● **Source information**
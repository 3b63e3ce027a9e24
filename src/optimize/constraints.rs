//! Geometric rules a layout from the optimiser must never break.
//!
//! - every hole fully on the body tube, with its centre at least an edge distance
//!   (in hole diameters) from the tube ends and from the edges of band keep-outs;
//! - clear of fin roots and keep-out patches by a margin (the checks of
//!   [`crate::airframe::placement`], shared with the layout validator);
//! - hole centres at least a spacing (in hole diameters) apart;
//! - total cant no more than a drillable maximum;
//! - the exhaust cone (a half-angle around the exhaust direction) must neither
//!   turn back into the tube nor strike a fin.
//!
//! The same walk over the rules serves two callers: [`Constraints::violations`]
//! returns each broken rule with the names a person reads, and
//! [`Constraints::penalty`] adds up scaled amounts for the search without
//! allocating. Lengths are scaled by the hole diameter (so 1.0 is "one diameter
//! short"), angles are taken in radians.
//!
//! The plume test treats each fin as its planar trapezoid (thickness ignored) and
//! is exact for that plate: a cone of half-angle α < 90° from the port meets a
//! convex plate when its axis ray pierces the plate, or when some point of the
//! plate's edges lies within α of the axis. Along one edge the angle to the axis
//! has a single minimum, found in closed form, so the test costs four small
//! maximisations per fin instead of a sampling of rays. The re-entry rule looks at
//! the tangent plane of the tube at the port; the tube curves away from that plane,
//! so the rule errs on the safe side.

use super::SectionError;
use crate::airframe::placement::{describe, for_each_overlap, Clearance, Conflict, Obstacle};
use crate::model::{Airframe, Port};
use crate::units::{self, Kind};
use nalgebra::Vector3;
use serde::Deserialize;
use std::f64::consts::FRAC_PI_2;
use std::fmt;

/// Amounts at or below these are rounding, not violations.
#[derive(Debug, Clone, Copy, PartialEq)]
pub struct Tolerances {
    /// Lengths, m. 1 nm: far below any drilling accuracy, far above f64 rounding of
    /// stations of a metre.
    pub length_m: f64,
    /// Angles, rad. 1e-9 rad: lets a layout file's "60 deg" meet a 60° limit exactly.
    pub angle_rad: f64,
}

impl Default for Tolerances {
    fn default() -> Self {
        Tolerances {
            length_m: 1e-9,
            angle_rad: 1e-9,
        }
    }
}

/// The settings of the rules (a `[limits]` section sets them).
#[derive(Debug, Clone, Copy, PartialEq)]
pub struct Limits {
    /// Clearance from a hole edge to fin roots and keep-out zones, m.
    /// Default 2 mm: common practice, no source.
    pub margin_m: f64,
    /// Least centre-to-centre distance of two holes, in mean hole diameters.
    /// Default 3: common practice, no source.
    pub spacing_diameters: f64,
    /// Least distance from a hole centre to a tube end or band edge, in hole
    /// diameters. Default 2: common practice, no source.
    pub edge_distance_diameters: f64,
    /// Largest total cant (angle between drill axis and surface normal) that can
    /// be drilled, rad. Default 60°.
    pub max_total_cant_rad: f64,
    /// Half-angle of the exhaust cone used for plume clearance, rad. Default 15°.
    pub plume_half_angle_rad: f64,
    /// Largest lateral force (|F_y| and |F_z| each) the allocations behind the
    /// optimiser's merit may produce, N; `None` (the default) for no limit, 0 for
    /// pure couples. Not a geometric rule: the merit applies it.
    pub side_force_n: Option<f64>,
    /// What counts as rounding.
    pub tolerances: Tolerances,
}

impl Default for Limits {
    fn default() -> Self {
        Limits {
            margin_m: 2e-3,
            spacing_diameters: 3.0,
            edge_distance_diameters: 2.0,
            max_total_cant_rad: 60f64.to_radians(),
            plume_half_angle_rad: 15f64.to_radians(),
            side_force_n: None,
            tolerances: Tolerances::default(),
        }
    }
}

impl Limits {
    /// Check the settings; the error names the `[limits]` field.
    pub fn validate(&self) -> Result<(), SectionError> {
        let bad = |field: &str, msg: &str| Err(SectionError::new("limits", field, msg));
        if !(self.margin_m.is_finite() && self.margin_m >= 0.0) {
            return bad("margin", "expected a length of zero or more");
        }
        if !(self.spacing_diameters.is_finite() && self.spacing_diameters >= 0.0) {
            return bad(
                "spacing",
                "expected a number of hole diameters, zero or more",
            );
        }
        if !(self.edge_distance_diameters.is_finite() && self.edge_distance_diameters >= 0.5) {
            return bad(
                "edge_distance",
                "expected a number of hole diameters of at least 0.5 (the hole's own radius)",
            );
        }
        if !(self.max_total_cant_rad >= 0.0 && self.max_total_cant_rad < FRAC_PI_2) {
            return bad(
                "max_cant",
                "expected an angle from 0 deg up to, not including, 90 deg",
            );
        }
        if !(self.plume_half_angle_rad >= 0.0 && self.plume_half_angle_rad < FRAC_PI_2) {
            return bad(
                "plume_half_angle",
                "expected an angle from 0 deg up to, not including, 90 deg",
            );
        }
        if let Some(f) = self.side_force_n {
            if !(f.is_finite() && f >= 0.0) {
                return bad(
                    "side_force",
                    "expected a force of zero (pure couples) or more",
                );
            }
        }
        Ok(())
    }
}

/// A `[limits]` section as written in a layout file.
#[derive(Debug, Clone, Default, Deserialize, PartialEq)]
#[serde(deny_unknown_fields)]
pub struct LimitsFile {
    /// Clearance to fin roots and keep-outs, a length.
    pub margin: Option<String>,
    /// Least hole spacing, in hole diameters.
    pub spacing: Option<f64>,
    /// Least edge distance, in hole diameters.
    pub edge_distance: Option<f64>,
    /// Largest total cant, an angle.
    pub max_cant: Option<String>,
    /// Exhaust cone half-angle, an angle.
    pub plume_half_angle: Option<String>,
    /// Side-force limit for the merit's allocations, a force.
    pub side_force: Option<String>,
}

impl LimitsFile {
    /// Turn the section into checked [`Limits`], defaults for fields not given.
    pub fn to_limits(&self) -> Result<Limits, SectionError> {
        let d = Limits::default();
        let q = |field: &str,
                 v: &Option<String>,
                 kind: Kind,
                 default: f64|
         -> Result<f64, SectionError> {
            v.as_ref().map_or(Ok(default), |t| {
                units::parse(t, kind).map_err(|e| SectionError::new("limits", field, e.to_string()))
            })
        };
        let limits = Limits {
            margin_m: q("margin", &self.margin, Kind::Length, d.margin_m)?,
            spacing_diameters: self.spacing.unwrap_or(d.spacing_diameters),
            edge_distance_diameters: self.edge_distance.unwrap_or(d.edge_distance_diameters),
            max_total_cant_rad: q(
                "max_cant",
                &self.max_cant,
                Kind::Angle,
                d.max_total_cant_rad,
            )?,
            plume_half_angle_rad: q(
                "plume_half_angle",
                &self.plume_half_angle,
                Kind::Angle,
                d.plume_half_angle_rad,
            )?,
            side_force_n: self
                .side_force
                .as_ref()
                .map(|t| {
                    units::parse(t, Kind::Force)
                        .map_err(|e| SectionError::new("limits", "side_force", e.to_string()))
                })
                .transpose()?,
            tolerances: d.tolerances,
        };
        limits.validate()?;
        Ok(limits)
    }
}

/// Which rule a port breaks, with the numbers that show it.
#[derive(Debug, Clone, PartialEq)]
pub enum Breach {
    /// Too close to a tube end, fin root or keep-out zone (or off the tube).
    Placement {
        /// What the hole runs into.
        conflict: Conflict,
        /// How far the hole, grown by its clearance, reaches into it, m.
        depth_m: f64,
    },
    /// Too close to another hole.
    Spacing {
        /// The other port.
        other: String,
        /// Centre-to-centre distance, m.
        distance_m: f64,
        /// Least allowed, m.
        required_m: f64,
    },
    /// Canted more than can be drilled.
    Cant {
        /// Total cant, rad.
        total_rad: f64,
        /// Limit, rad.
        max_rad: f64,
    },
    /// The hole does not pass through the wall into the bore (see
    /// `airframe::drilling`).
    ThroughWall {
        /// |Tangential cant|, rad.
        tangential_rad: f64,
        /// Through-wall limit for this tube and hole, rad (0 when the hole is
        /// not narrower than the bore).
        limit_rad: f64,
    },
    /// The exhaust cone turns back into the tube.
    PlumeIntoTube {
        /// Total cant plus cone half-angle, rad (must stay below 90°).
        edge_from_normal_rad: f64,
    },
    /// The exhaust cone strikes a fin.
    PlumeOnFin {
        /// Index of the fin, from 0 at the first fin's clock.
        fin: usize,
        /// Nearest angle from the exhaust axis to the fin plate's edge, rad; negative
        /// when the axis itself pierces the plate (then it is minus the angle from
        /// the axis out to the nearest edge).
        nearest_rad: f64,
    },
}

● **Task prompt**
Could you restate word for word the lines above from the one containing "allocating. Lengths are" through the one containing "point of the", both included, and nothing else?

● **Response box**
//! allocating. Lengths are scaled by the hole diameter (so 1.0 is "one diameter
//! short"), angles are taken in radians.
//!
//! The plume test treats each fin as its planar trapezoid (thickness ignored) and
//! is exact for that plate: a cone of half-angle α < 90° from the port meets a
//! convex plate when its axis ray pierces the plate, or when some point of the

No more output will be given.